Entries taken from a collection:
^^^^
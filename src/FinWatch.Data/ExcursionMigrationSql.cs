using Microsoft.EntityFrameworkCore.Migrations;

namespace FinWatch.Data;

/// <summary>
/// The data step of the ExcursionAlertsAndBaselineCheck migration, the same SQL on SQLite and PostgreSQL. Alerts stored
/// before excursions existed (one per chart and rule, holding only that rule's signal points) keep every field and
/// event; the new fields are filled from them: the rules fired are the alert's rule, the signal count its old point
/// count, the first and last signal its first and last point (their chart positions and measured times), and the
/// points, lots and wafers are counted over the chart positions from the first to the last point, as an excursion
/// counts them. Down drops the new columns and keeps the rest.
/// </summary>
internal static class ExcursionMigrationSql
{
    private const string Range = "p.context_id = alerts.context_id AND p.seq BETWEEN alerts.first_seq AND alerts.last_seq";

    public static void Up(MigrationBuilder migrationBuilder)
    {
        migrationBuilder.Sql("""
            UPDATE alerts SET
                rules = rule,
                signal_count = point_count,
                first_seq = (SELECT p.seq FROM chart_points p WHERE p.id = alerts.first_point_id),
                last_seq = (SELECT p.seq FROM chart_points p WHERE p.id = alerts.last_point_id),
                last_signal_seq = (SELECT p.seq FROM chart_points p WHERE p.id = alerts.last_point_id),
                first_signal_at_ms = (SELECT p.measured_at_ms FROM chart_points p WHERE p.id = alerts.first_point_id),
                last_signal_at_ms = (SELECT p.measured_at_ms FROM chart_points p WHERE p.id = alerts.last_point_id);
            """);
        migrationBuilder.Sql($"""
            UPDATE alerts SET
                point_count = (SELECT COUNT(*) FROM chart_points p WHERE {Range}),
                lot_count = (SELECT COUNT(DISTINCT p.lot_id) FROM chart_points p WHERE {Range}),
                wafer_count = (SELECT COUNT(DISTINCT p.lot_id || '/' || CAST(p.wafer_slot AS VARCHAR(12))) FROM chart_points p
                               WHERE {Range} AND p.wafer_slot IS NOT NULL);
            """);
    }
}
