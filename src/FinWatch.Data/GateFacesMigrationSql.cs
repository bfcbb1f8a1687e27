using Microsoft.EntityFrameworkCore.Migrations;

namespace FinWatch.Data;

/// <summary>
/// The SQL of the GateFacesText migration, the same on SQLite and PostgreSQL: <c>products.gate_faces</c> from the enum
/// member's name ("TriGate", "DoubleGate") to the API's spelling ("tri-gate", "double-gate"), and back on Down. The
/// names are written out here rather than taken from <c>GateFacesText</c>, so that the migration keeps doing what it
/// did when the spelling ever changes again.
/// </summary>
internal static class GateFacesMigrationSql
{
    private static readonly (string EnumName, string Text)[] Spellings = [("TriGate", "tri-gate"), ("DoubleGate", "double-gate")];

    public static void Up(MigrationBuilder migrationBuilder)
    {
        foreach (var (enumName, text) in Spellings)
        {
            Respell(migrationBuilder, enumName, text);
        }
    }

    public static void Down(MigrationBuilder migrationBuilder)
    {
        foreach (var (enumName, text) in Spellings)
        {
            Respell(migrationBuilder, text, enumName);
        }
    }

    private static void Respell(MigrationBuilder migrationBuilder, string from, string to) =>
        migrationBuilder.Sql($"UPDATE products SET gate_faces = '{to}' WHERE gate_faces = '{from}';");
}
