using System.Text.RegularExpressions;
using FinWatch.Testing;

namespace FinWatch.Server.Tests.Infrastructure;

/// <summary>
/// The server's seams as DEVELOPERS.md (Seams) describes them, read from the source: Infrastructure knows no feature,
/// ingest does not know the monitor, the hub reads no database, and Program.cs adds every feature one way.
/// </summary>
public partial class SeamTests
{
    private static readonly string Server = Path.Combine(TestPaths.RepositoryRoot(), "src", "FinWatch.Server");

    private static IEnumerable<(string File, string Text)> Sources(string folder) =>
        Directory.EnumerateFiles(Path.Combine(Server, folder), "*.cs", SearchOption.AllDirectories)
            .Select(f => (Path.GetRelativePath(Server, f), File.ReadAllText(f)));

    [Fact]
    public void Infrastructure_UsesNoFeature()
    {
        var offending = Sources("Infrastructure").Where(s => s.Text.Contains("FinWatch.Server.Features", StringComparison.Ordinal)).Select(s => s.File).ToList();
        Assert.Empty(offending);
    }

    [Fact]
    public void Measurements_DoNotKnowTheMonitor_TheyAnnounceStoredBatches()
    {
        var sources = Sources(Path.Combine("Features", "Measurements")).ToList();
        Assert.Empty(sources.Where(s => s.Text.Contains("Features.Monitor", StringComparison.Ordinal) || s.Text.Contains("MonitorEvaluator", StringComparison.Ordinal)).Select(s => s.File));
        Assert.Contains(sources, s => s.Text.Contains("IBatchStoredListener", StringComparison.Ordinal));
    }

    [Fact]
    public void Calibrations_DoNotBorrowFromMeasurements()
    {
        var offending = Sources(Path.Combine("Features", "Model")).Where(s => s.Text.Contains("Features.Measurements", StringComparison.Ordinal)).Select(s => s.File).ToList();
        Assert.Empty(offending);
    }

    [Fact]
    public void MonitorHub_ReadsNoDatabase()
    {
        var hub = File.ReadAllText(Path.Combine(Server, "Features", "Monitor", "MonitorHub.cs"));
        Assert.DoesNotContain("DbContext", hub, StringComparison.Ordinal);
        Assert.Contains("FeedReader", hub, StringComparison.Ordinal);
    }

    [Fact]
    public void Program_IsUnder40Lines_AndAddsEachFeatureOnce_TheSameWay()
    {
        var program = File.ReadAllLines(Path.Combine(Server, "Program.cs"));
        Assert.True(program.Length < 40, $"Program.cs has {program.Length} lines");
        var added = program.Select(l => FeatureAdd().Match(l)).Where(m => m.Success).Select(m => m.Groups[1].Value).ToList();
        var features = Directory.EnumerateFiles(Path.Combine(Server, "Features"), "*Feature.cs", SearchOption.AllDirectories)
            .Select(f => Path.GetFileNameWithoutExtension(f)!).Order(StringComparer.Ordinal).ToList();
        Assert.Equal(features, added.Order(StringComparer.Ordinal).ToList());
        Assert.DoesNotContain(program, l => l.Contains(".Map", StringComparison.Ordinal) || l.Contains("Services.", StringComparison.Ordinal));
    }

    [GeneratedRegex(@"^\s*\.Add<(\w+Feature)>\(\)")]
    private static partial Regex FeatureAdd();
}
^^^^
• **Assignment**
After reading the lines above, reproduce them all exactly.

• **Output below**
filename src/FinWatch.Data/ExcursionMigrationSql.cs
using Microsoft.EntityFrameworkCore.Migrations;

namespace FinWatch.Data;

/// <summary>
/// The data step of the ExcursionAlertsAndBaselineCheck migration, the same SQL on SQLite and PostgreSQL. Alerts stored
/// before excursions existed (one per chart and rule, holding only that rule's signal points) keep every field and
/// event; the new fields are filled from them: the rules fired are the alert's rule, the signal count its old point
/// count, the first and last signal its first and last point (their chart positions and measured times), and the
/// points, lots and wafers are counted over the chart positions from the first to the last point, as an excursion
/// counts them. Down drops the new columns and keeps the rest.
/// </summary>
internal static class ExcursionMigrationSql
{
    private const string Range = "p.context_id = alerts.context_id AND p.seq BETWEEN alerts.first_seq AND alerts.last_seq";

    public static void Up(MigrationBuilder migrationBuilder)
    {
        migrationBuilder.Sql("""
            UPDATE alerts SET
                rules = rule,
                signal_count = point_count,
                first_seq = (SELECT p.seq FROM chart_points p WHERE p.id = alerts.first_point_id),
                last_seq = (SELECT p.seq FROM chart_points p WHERE p.id = alerts.last_point_id),
                last_signal_seq = (SELECT p.seq FROM chart_points p WHERE p.id = alerts.last_point_id),
                first_signal_at_ms = (SELECT p.measured_at_ms FROM chart_points p WHERE p.id = alerts.first_point_id),
                last_signal_at_ms = (SELECT p.measured_at_ms FROM chart_points p WHERE p.id = alerts.last_point_id);
            """);
        migrationBuilder.Sql($"""
            UPDATE alerts SET
                point_count = (SELECT COUNT(*) FROM chart_points p WHERE {Range}),
                lot_count = (SELECT COUNT(DISTINCT p.lot_id) FROM chart_points p WHERE {Range}),
                wafer_count = (SELECT COUNT(DISTINCT p.lot_id || '/' || CAST(p.wafer_slot AS VARCHAR(12))) FROM chart_points p
                               WHERE {Range} AND p.wafer_slot IS NOT NULL);
            """);
    }
}
filename src/FinWatch.Data/GateFacesMigrationSql.cs
repository bfcbb1f8a1687e27
using Microsoft.EntityFrameworkCore.Migrations;

namespace FinWatch.Data;

/// <summary>
/// The SQL of the GateFacesText migration, the same on SQLite and PostgreSQL: <c>products.gate_faces</c> from the enum
/// member's name ("TriGate", "DoubleGate") to the API's spelling ("tri-gate", "double-gate"), and back on Down. The
/// names are written out here rather than taken from <c>GateFacesText</c>, so that the migration keeps doing what it
/// did when the spelling ever changes again.
/// </summary>
internal static class GateFacesMigrationSql
{
    private static readonly (string EnumName, string Text)[] Spellings = [("TriGate", "tri-gate"), ("DoubleGate", "double-gate")];

    public static void Up(MigrationBuilder migrationBuilder)
    {
        foreach (var (enumName, text) in Spellings)
        {
            Respell(migrationBuilder, enumName, text);
        }
    }

    public static void Down(MigrationBuilder migrationBuilder)
    {
        foreach (var (enumName, text) in Spellings)
        {
            Respell(migrationBuilder, text, enumName);
        }
    }

    private static void Respell(MigrationBuilder migrationBuilder, string from, string to) =>
        migrationBuilder.Sql($"UPDATE products SET gate_faces = '{to}' WHERE gate_faces = '{from}';");
}
using System.Text.RegularExpressions;
using FinWatch.Testing;

namespace FinWatch.Server.Tests.Infrastructure;

/// <summary>
/// The server's seams as DEVELOPERS.md (Seams) describes them, read from the source: Infrastructure knows no feature,
/// ingest does not know the monitor, the hub reads no database, and Program.cs adds every feature one way.
/// </summary>
public partial class SeamTests
{
    private static readonly string Server = Path.Combine(TestPaths.RepositoryRoot(), "src", "FinWatch.Server");

    private static IEnumerable<(string File, string Text)> Sources(string folder) =>
        Directory.EnumerateFiles(Path.Combine(Server, folder), "*.cs", SearchOption.AllDirectories)
            .Select(f => (Path.GetRelativePath(Server, f), File.ReadAllText(f)));

    [Fact]
    public void Infrastructure_UsesNoFeature()
    {
        var offending = Sources("Infrastructure").Where(s => s.Text.Contains("FinWatch.Server.Features", StringComparison.Ordinal)).Select(s => s.File).ToList();
        Assert.Empty(offending);
    }

    [Fact]
    public void Measurements_DoNotKnowTheMonitor_TheyAnnounceStoredBatches()
    {
        var sources = Sources(Path.Combine("Features", "Measurements")).ToList();
        Assert.Empty(sources.Where(s => s.Text.Contains("Features.Monitor", StringComparison.Ordinal) || s.Text.Contains("MonitorEvaluator", StringComparison.Ordinal)).Select(s => s.File));
        Assert.Contains(sources, s => s.Text.Contains("IBatchStoredListener", StringComparison.Ordinal));
    }

    [Fact]
    public void Calibrations_DoNotBorrowFromMeasurements()
    {
        var offending = Sources(Path.Combine("Features", "Model")).Where(s => s.Text.Contains("Features.Measurements", StringComparison.Ordinal)).Select(s => s.File).ToList();
        Assert.Empty(offending);
    }

    [Fact]
    public void MonitorHub_ReadsNoDatabase()
    {
        var hub = File.ReadAllText(Path.Combine(Server, "Features", "Monitor", "MonitorHub.cs"));
        Assert.DoesNotContain("DbContext", hub, StringComparison.Ordinal);
        Assert.Contains("FeedReader", hub, StringComparison.Ordinal);
    }

    [Fact]
    public void Program_IsUnder40Lines_AndAddsEachFeatureOnce_TheSameWay()
    {
        var program = File.ReadAllLines(Path.Combine(Server, "Program.cs"));
        Assert.True(program.Length < 40, $"Program.cs has {program.Length} lines");
        var added = program.Select(l => FeatureAdd().Match(l)).Where(m => m.Success).Select(m => m.Groups[1].Value).ToList();
        var features = Directory.EnumerateFiles(Path.Combine(Server, "Features"), "*Feature.cs", SearchOption.AllDirectories)
            .Select(f => Path.GetFileNameWithoutExtension(f)!).Order(StringComparer.Ordinal).ToList();
        Assert.Equal(features, added.Order(StringComparer.Ordinal).ToList());
        Assert.DoesNotContain(program, l => l.Contains(".Map", StringComparison.Ordinal) || l.Contains("Services.", StringComparison.Ordinal));
    }

    [GeneratedRegex(@"^\s*\.Add<(\w+Feature)>\(\)")]
    private static partial Regex FeatureAdd();
}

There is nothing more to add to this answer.